To load the content of a magnetic card into program memory, with the calculator in MANUAL mode, the Program Counter is set by using the [JUMP] key, followed by the three digit memory address in program memory that will be the starting address that the card will be loaded into. To store main memory registers, the [RCL nn] key is pressed, followed by the two digit memory register where the read-in of memory registers will begin. Then, upper part of the the magnetic card reader control switch is pressed (LOAD position) and held, and at the same time, the magentic card with the desired program or data is gently pushed into the card reader slot. As soon as the card begins to be drawn into the machine, the switch can be released. The content of the magnetic card will be read into program memory or main memory registers as selected. When the load is completed, the card will be ejected out of the card reader.

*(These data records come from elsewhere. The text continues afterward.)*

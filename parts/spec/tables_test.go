package spec

import (
	"maps"
	"slices"
	"testing"
)

// The tables below are handed out as copies: changing what one call
// returned must not change what the next call, or a lookup by id, sees.

func TestCoaxTypesAreCopies(t *testing.T) {
	want := maps.Clone(CoaxTypes()) // a snapshot of its own
	got := CoaxTypes()
	got["semi-rigid-141"] = CoaxType{Name: "changed", Outer: 99}
	delete(got, "rg58")
	got["invented"] = CoaxType{Name: "invented"}
	if again := CoaxTypes(); !maps.Equal(again, want) {
		t.Errorf("CoaxTypes changed by a caller: %v", again)
	}
	if c, ok := CoaxTypeByID("semi-rigid-141"); !ok || c != want["semi-rigid-141"] {
		t.Errorf("CoaxTypeByID(semi-rigid-141) = %+v, %v after a caller's change", c, ok)
	}
	if _, ok := CoaxTypeByID("invented"); ok {
		t.Error("a caller's new entry is found by CoaxTypeByID")
	}
	if len(want) != len(CoaxTypeIDs()) {
		t.Errorf("%d cable types, %d ids", len(want), len(CoaxTypeIDs()))
	}
}

func TestSheetMaterialsAreCopies(t *testing.T) {
	want := slices.Clone(SheetMaterials()) // a snapshot of its own
	got := SheetMaterials()
	got[0].ID, got[0].Conductivity = "changed", 1
	_ = append(got[:1], SheetMaterial{ID: "invented"})
	if again := SheetMaterials(); !slices.Equal(again, want) {
		t.Errorf("SheetMaterials changed by a caller: %v", again)
	}
	if m, ok := SheetMaterialByID(want[0].ID); !ok || m != want[0] {
		t.Errorf("SheetMaterialByID(%s) = %+v, %v after a caller's change", want[0].ID, m, ok)
	}
}

func TestConnectorsAreCopies(t *testing.T) {
	want := slices.Clone(Connectors()) // a snapshot of its own
	got := Connectors()
	got[1].Family, got[1].Mount = "changed", "changed"
	_ = append(got[:2], Connector{ID: "invented"})
	if again := Connectors(); !slices.Equal(again, want) {
		t.Errorf("Connectors changed by a caller: %v", again)
	}
	if c, ok := ConnectorByID(want[1].ID); !ok || c != want[1] {
		t.Errorf("ConnectorByID(%s) = %+v, %v after a caller's change", want[1].ID, c, ok)
	}
}
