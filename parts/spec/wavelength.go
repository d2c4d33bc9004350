package spec

// SpeedOfLight is c in m/s, exact by definition of the metre.
// Source: SI Brochure, 9th ed., BIPM 2019, §2.3.1.
const SpeedOfLight = 299792458.0

// FreeSpaceImpedance is η0 in ohms. Source: CODATA 2018.
const FreeSpaceImpedance = 376.730313668

// Wavelength returns the free-space wavelength in mm at fMHz megahertz.
func Wavelength(fMHz float64) float64 {
	return SpeedOfLight / (fMHz * 1e6) * 1e3
}
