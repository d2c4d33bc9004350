package kit

import (
	"bytes"
	"errors"
	"fmt"
	"math"
	"math/rand/v2"
	"strings"
	"testing"

	"coilwright/cam/geom"
	"coilwright/jig"
	"coilwright/parts"
	"coilwright/parts/cutlist"
	"coilwright/parts/spec"
	"coilwright/templates"
)

// leadAgreeMM is how closely the cut list's lock end, the former's lead
// channel and the feed lead as built must agree, mm: the task's bound,
// half the 1 mm a builder marks by eye. Common practice (no published
// source).
const leadAgreeMM = 0.5

// centreSpec returns src with its coil fed at the centre.
func centreSpec(src string) string {
	if strings.Contains(src, `feed = "periphery"`) {
		return strings.Replace(src, `feed = "periphery"`, `feed = "centre"`, 1)
	}
	return strings.Replace(src, "[coil]\n", "[coil]\nfeed = \"centre\"\n", 1)
}

// centreDemoKit plans an embedded demo with a centre feed.
func centreDemoKit(t testing.TB, name string) *Kit {
	t.Helper()
	b, ok := templates.Demo(name)
	if !ok {
		t.Fatalf("no demo %s", name)
	}
	b = []byte(centreSpec(string(b)))
	s, err := spec.ParseSpec(b)
	if err != nil {
		t.Fatal(err)
	}
	k, err := New(Source{Name: "centre:" + name, Bytes: b, Spec: s}, Options{})
	if err != nil {
		t.Fatal(err)
	}
	return k
}

// channelDepth measures, on the former's solid, how far the lead channel
// reaches in from the wire centreline at the start of the groove, across
// the axis if it does: the first point, in 0.01 mm steps, inside the solid.
func channelDepth(t *testing.T, k *Kit) float64 {
	t.Helper()
	f, err := k.Former.Former()
	if err != nil {
		t.Fatal(err)
	}
	c := f.Centreline(0)
	r := math.Hypot(c.X, c.Y)
	in := geom.Vec3{X: -c.X / r, Y: -c.Y / r}
	const step = 0.01
	for s := step; s < 2*r; s += step {
		if f.Solid.Eval(c.Add(in.Scale(s))) < 0 {
			return s - step
		}
	}
	return 2 * r
}

// checkLeadAgrees holds the cut list's lock end, the planned channel depth,
// the channel measured on the solid and Design.FeedRun (the lead as built,
// parts/feedlead.go) to one another.
func checkLeadAgrees(t *testing.T, name string, d *parts.Design, k *Kit, cl *cutlist.CutList) {
	t.Helper()
	lead, hole, tail := d.FeedRun(), k.Former.LockHoleMM, cl.Wire.LockTailMM
	if math.Abs(tail-lead) > leadAgreeMM || math.Abs(hole-lead) > leadAgreeMM {
		t.Errorf("%s: lock end %.2f mm, channel %.2f mm, feed lead %.2f mm: more than %.1f mm apart", name, tail, hole, lead, leadAgreeMM)
	}
	if depth := channelDepth(t, k); depth < tail {
		t.Errorf("%s: the channel on the former takes %.2f mm of the %.2f mm lock end", name, depth, tail)
	}
	for _, w := range cl.Warnings {
		if w.Code == "lock-hole-short" {
			t.Errorf("%s: %s", name, w.Message)
		}
	}
}

func TestCentreFeedLeadAgrees(t *testing.T) {
	for _, demo := range []string{"demo-5g8-cone.toml", "demo-2g4-cylinder.toml"} {
		t.Run(demo, func(t *testing.T) {
			k := centreDemoKit(t, demo)
			checkLeadAgrees(t, demo, k.Design, k, k.cutList)
		})
	}
	t.Run("random specs", func(t *testing.T) {
		rng := rand.New(rand.NewPCG(17, 2026))
		checked := 0
		for i := 0; i < 400 && checked < 40; i++ {
			src := centreSpec(randomSpecText(rng))
			d, pl, ok := plannedDesign(src)
			if !ok {
				continue
			}
			if !d.CentreFed() {
				t.Fatalf("draw %d is not centre-fed:\n%s", i, src)
			}
			checked++
			// What check accepts, build makes.
			if _, err := pl.Former(); err != nil {
				t.Errorf("draw %d: check passes but the former is refused: %v\n%s", i, err, src)
				continue
			}
			cl, err := cutlist.NewCutList(d)
			if err != nil {
				t.Fatal(err)
			}
			cl.FitLockTail(pl.LockHoleMM)
			checkLeadAgrees(t, "random", d, &Kit{Design: d, Former: pl}, cl)
		}
		if checked < 40 {
			t.Errorf("only %d random centre-fed specs checked", checked)
		}
	})
}

// TestCentreFeedSheetSaysOneThing holds the centre-fed demos' build sheet
// and cut list to the lead as built: the lock end is the feed lead, so
// nothing tells the builder to shorten it, and no lead runs down to the
// dielectric.
func TestCentreFeedSheetSaysOneThing(t *testing.T) {
	banned := []string{"takes only", "cut the lock end to", "later cut down", "later cut to", "down to the dielectric", "Cut the lock end off", "lock-hole-short"}
	for _, demo := range []string{"demo-5g8-cone.toml", "demo-2g4-cylinder.toml"} {
		t.Run(demo, func(t *testing.T) {
			k := centreDemoKit(t, demo)
			var m Memory
			if err := k.writeSheet(&m); err != nil {
				t.Fatal(err)
			}
			for _, name := range []string{"build-sheet.md", "cutlist.md", "cutlist.csv"} {
				b, ok := m.File(name)
				if !ok {
					t.Fatalf("no %s", name)
				}
				for _, w := range banned {
					if i := bytes.Index(b, []byte(w)); i >= 0 {
						t.Errorf("%s says %q: …%s…", name, w, b[max(0, i-80):min(len(b), i+120)])
					}
				}
				if !bytes.Contains(b, []byte("lead channel")) {
					t.Errorf("%s does not name the former's lead channel", name)
				}
			}
		})
	}
}

// planErrors parses and designs src and plans its former as kit.New does,
// returning the plan's spec errors.
func planErrors(t *testing.T, src string) error {
	t.Helper()
	s, err := spec.ParseSpec([]byte(src))
	if err != nil {
		t.Fatal(err)
	}
	d, err := parts.NewDesign(s)
	if err != nil {
		t.Fatal(err)
	}
	_, err = planFormer(d)
	return err
}

// TestCentreFeedDriveRefused gives a two-turn version of the 5.8 GHz
// demo the deepest hex socket its periphery-fed former takes. Fed at the
// centre, the socket enters from the end away from the feed and must stop
// a wall short of the lead channel, which that socket does not: check
// refuses it on the key to change, with its line and a fix.
func TestCentreFeedDriveRefused(t *testing.T) {
	b, _ := templates.Demo("demo-5g8-cone.toml")
	base := strings.Replace(string(b), "turns = 5.0", "turns = 2.0", 1)
	_, pl, ok := plannedDesign(base)
	if !ok {
		t.Fatal("the two-turn demo is refused")
	}
	driveR := pl.DriveMM - pl.Params.HexDepth
	depth := math.Floor(pl.HeightMM - jig.MinWallMM - driveR - 0.5)
	deep := fmt.Sprintf("\n[former]\ndrive = \"hex\"\nhex_depth_mm = %g\n", depth)
	build := func(src string) error { return planErrors(t, src) }
	if err := build(base + deep); err != nil {
		t.Fatalf("periphery feed, %g mm socket: %v", depth, err)
	}
	err := build(centreSpec(base) + deep)
	var errs spec.SpecErrors
	if !errors.As(err, &errs) {
		t.Fatalf("centre feed, %g mm socket: want spec errors, got %v", depth, err)
	}
	found := false
	for _, e := range errs {
		if e.Key == "former.hex_depth_mm" && e.Line > 0 && strings.Contains(e.Fix, "periphery") {
			found = true
		}
	}
	if !found {
		t.Errorf("no error on former.hex_depth_mm with its line and a fix: %v", err)
	}
	t.Logf("%g mm socket: %v", depth, err)
}

// TestCentreFeedChannelRefused designs a coil of spring-temper wire,
// which springs back far (parts/wire), fed at the centre: its lead, as
// long as the released coil's start radius, crosses the much smaller
// former's axis and runs out through the far side. check refuses it on
// coil.feed, with its line and a fix.
func TestCentreFeedChannelRefused(t *testing.T) {
	src := `kit = "Spring Wire Test"
frequency_mhz = 746.8

[coil]
feed = "centre"
turns = 18.75
hand = "RHCP"
base_circumference_lambda = 1.395
shape = "conical"
top_circumference_lambda = 1.066
pitch_angle_deg = 8.33

[wire]
material = "stainless-304-spring"
diameter_mm = 1.55
`
	err := planErrors(t, src)
	var errs spec.SpecErrors
	if !errors.As(err, &errs) {
		t.Fatalf("want spec errors, got %v", err)
	}
	found := false
	for _, e := range errs {
		if e.Key == "coil.feed" && e.Line == 5 && strings.Contains(e.Fix, `feed = "periphery"`) {
			found = true
		}
	}
	if !found {
		t.Errorf("no error on coil.feed (line 5) with a fix: %v", err)
	}
	t.Log(err)
}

To record program steps to the magnetic card, the [JUMP] key is indexed, followed by the three digit program step address the program steps should begin to be loaded into. To record memory registers to the card, the [STR nn] key is pressed, followed by the two digit address of the memory register where the recording should begin. The bottom portion of the magnetic card control switch is pressed (REC) and held, and the magnetic card to be recorded is gently inserted into the slot. The card will be drawn in and the program steps or memory registers as specified will be written to the card. When the data has been written, the card is ejected from the card reader/writer.
For a microprocessor-driven calculator, the Rockwell 960 is reasonably fast.
It is not nearly as fast as earlier microcode-driven bipolar logic
calculators such as the
HP 9100B,
Cintra/Tektronix 909 or the
Wang 720C, but it certainly has
adequate speed for all but the most intensive calculations. Research
has not been able to find published performance figures for the calculator, but
by observation, some basic speed information was able to be determined.
The four basic math functions complete literally in an instant, with no
noticible delay from the time the [=] key is pressed until the answer
appears in the display. Trigonometric functions take at most 400 milliseconds,
69! (factorial), the largest factorial calculable within the range of
the calculator, takes around 1.5 seconds.
If keys are pressed while long calculations are occurring (or while the
printer is busy printing), up to ten keypresses are buffered, and
will be processed in the order pressed when the calculation completes.
Program execution of 1000 "No Operation" instructions takes about 4 seconds
(approximately 250 No Operation instructions per second).